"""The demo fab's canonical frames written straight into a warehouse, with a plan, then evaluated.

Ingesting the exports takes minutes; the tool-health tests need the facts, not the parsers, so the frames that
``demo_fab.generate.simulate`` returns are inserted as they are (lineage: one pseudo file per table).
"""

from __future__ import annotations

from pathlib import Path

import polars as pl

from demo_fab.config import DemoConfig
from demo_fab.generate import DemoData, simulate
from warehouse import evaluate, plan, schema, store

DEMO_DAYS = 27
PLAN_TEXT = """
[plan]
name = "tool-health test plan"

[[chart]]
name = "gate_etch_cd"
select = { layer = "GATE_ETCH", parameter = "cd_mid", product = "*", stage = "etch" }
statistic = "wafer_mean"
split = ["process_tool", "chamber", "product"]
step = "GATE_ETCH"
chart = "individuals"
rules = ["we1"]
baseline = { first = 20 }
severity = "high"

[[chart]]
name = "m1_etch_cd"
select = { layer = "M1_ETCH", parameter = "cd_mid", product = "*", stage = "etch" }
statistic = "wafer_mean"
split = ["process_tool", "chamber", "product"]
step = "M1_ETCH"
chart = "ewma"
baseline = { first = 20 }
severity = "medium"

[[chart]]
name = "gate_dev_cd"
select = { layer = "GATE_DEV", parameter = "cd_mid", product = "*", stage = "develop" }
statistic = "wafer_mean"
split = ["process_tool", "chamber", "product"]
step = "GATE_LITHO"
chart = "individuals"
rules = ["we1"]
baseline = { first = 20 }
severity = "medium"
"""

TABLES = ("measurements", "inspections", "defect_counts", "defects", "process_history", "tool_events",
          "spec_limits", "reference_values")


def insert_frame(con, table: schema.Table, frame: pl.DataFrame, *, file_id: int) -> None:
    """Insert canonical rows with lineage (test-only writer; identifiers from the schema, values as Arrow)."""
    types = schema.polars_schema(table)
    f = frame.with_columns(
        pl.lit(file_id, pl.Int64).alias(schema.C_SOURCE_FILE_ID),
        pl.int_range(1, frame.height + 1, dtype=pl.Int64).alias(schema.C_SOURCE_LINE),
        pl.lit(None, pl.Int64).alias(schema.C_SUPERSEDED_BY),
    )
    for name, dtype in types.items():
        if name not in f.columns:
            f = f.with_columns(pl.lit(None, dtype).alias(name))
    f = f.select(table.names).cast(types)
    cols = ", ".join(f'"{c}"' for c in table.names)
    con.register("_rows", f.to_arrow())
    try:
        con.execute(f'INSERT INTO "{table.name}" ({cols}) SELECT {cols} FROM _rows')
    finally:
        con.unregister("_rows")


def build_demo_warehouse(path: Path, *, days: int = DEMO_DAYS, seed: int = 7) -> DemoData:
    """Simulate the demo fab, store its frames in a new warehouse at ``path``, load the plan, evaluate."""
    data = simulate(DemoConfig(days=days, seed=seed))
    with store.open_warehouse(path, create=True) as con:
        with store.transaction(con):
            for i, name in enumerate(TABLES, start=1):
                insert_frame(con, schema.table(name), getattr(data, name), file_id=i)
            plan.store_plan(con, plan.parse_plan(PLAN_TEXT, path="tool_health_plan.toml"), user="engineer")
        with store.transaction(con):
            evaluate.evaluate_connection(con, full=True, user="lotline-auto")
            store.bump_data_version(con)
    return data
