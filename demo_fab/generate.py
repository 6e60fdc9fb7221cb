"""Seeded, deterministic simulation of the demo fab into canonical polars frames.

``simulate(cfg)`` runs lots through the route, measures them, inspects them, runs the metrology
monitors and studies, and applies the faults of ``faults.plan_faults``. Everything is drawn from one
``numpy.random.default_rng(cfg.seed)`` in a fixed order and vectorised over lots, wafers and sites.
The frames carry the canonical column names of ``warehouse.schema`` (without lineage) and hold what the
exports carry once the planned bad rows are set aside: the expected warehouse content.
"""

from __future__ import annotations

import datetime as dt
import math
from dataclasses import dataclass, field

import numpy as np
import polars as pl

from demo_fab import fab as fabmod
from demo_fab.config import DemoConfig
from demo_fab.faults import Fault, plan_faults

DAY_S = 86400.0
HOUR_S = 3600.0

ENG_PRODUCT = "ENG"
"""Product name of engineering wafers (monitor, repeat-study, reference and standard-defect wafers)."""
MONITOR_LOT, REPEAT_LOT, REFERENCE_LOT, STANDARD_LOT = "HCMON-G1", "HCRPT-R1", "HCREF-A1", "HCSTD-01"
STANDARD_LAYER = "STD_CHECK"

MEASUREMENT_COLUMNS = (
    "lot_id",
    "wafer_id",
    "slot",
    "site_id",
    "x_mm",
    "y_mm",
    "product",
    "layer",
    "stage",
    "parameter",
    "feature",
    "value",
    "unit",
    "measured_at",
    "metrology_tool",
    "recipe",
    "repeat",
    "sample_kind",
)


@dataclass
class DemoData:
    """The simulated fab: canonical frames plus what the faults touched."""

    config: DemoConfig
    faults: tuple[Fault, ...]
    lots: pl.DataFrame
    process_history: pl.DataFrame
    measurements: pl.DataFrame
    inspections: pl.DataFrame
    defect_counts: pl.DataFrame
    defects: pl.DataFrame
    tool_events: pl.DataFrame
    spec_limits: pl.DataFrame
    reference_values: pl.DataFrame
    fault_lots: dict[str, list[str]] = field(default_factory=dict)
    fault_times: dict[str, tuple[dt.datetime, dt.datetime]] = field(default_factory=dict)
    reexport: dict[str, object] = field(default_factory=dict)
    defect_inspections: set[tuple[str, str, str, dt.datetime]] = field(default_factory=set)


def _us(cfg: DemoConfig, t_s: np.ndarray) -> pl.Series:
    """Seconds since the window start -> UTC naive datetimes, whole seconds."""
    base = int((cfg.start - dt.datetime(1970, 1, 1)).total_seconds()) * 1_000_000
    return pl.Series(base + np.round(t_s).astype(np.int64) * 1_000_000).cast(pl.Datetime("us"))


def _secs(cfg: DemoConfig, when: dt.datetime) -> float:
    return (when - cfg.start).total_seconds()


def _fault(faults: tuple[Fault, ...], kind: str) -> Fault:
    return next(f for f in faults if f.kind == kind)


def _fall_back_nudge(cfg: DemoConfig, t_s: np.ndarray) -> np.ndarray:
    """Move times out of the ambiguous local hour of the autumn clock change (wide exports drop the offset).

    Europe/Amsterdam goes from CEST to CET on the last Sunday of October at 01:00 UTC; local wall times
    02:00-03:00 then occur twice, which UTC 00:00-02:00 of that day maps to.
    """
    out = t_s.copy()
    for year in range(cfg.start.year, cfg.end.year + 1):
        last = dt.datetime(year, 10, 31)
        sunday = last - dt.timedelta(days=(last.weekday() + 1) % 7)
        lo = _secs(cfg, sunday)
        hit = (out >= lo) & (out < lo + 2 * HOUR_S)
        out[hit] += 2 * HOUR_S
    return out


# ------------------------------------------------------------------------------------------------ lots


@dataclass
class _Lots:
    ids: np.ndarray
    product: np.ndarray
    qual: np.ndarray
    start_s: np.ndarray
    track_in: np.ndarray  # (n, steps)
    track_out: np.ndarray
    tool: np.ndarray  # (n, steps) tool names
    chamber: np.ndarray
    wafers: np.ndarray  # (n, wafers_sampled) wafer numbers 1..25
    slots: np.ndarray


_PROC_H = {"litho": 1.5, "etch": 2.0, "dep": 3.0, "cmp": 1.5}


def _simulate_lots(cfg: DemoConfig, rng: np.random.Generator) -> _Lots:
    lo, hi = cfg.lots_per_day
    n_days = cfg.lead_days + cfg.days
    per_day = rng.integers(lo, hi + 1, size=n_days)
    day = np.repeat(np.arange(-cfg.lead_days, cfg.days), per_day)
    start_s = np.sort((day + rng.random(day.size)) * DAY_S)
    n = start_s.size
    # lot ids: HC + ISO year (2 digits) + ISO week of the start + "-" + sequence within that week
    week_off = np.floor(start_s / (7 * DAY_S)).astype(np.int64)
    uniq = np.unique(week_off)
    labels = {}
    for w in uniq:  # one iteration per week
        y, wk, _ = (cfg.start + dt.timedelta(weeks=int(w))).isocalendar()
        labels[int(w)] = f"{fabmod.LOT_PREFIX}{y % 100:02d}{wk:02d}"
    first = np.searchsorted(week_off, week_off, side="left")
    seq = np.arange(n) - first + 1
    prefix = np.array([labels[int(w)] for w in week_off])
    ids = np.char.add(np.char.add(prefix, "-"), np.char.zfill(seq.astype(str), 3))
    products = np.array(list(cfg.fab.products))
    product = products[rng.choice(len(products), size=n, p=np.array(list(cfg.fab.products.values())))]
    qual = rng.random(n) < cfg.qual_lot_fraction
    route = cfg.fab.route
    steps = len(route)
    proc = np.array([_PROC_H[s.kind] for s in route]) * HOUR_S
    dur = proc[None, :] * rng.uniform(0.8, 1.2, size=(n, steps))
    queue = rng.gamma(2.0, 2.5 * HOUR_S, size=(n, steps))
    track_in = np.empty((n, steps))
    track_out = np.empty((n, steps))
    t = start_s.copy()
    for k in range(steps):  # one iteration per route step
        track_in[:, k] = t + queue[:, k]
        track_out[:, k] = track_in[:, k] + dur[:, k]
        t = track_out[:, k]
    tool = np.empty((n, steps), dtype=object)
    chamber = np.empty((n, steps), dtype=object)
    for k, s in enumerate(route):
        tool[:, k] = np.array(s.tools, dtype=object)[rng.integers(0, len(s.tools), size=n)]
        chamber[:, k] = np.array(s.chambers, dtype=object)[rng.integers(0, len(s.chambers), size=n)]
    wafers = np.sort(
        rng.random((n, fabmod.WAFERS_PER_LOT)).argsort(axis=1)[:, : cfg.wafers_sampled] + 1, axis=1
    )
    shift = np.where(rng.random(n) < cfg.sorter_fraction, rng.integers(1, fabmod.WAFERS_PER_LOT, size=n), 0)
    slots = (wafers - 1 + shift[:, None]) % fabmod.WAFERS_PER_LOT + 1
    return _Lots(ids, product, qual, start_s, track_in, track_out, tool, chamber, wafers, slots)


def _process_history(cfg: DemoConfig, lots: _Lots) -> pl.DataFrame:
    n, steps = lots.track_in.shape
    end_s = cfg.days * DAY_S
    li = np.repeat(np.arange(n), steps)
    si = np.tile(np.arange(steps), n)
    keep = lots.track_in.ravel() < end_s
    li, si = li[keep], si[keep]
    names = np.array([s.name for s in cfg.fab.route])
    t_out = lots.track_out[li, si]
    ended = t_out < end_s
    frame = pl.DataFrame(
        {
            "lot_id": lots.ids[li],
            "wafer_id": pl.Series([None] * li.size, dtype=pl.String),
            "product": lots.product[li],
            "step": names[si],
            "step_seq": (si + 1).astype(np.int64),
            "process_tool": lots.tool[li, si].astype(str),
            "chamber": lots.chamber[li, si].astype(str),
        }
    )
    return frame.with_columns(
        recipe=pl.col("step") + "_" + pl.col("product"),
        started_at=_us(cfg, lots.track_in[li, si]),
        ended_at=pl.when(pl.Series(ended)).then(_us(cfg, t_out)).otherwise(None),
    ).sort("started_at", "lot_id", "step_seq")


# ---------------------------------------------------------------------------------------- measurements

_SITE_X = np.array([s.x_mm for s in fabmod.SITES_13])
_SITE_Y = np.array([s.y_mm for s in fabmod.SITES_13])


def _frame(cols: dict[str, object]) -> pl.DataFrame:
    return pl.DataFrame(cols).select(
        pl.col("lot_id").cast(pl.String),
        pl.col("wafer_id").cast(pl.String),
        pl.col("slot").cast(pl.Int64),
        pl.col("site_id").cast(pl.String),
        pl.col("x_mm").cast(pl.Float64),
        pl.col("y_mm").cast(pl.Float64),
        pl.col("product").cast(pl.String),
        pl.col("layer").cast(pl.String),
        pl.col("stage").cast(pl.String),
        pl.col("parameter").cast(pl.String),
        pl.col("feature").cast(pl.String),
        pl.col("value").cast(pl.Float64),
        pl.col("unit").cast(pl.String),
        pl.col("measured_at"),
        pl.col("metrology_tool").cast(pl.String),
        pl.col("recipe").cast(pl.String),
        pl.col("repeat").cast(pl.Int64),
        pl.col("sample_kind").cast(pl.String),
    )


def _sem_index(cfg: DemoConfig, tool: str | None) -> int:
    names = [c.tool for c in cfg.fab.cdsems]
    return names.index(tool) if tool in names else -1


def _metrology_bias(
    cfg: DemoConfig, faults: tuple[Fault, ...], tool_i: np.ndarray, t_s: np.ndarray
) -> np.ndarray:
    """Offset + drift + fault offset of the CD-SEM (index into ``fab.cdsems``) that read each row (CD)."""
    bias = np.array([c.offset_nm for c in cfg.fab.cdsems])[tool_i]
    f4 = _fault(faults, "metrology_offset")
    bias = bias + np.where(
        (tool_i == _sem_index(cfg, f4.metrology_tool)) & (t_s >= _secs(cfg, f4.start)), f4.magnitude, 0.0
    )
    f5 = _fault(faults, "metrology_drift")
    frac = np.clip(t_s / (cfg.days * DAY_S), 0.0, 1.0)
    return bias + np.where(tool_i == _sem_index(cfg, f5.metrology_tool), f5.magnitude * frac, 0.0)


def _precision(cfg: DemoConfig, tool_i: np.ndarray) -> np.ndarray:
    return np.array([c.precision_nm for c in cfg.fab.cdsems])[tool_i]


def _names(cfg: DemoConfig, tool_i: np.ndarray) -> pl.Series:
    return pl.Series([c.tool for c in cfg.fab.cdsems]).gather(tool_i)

[Your task]:
From the data, collect all lines where the string "lineage" appears.

[Reply to the exercise]:
``demo_fab.generate.simulate`` returns are inserted as they are (lineage: one pseudo file per table).
    """Insert canonical rows with lineage (test-only writer; identifiers from the schema, values as Arrow)."""
The frames carry the canonical column names of ``warehouse.schema`` (without lineage) and hold what the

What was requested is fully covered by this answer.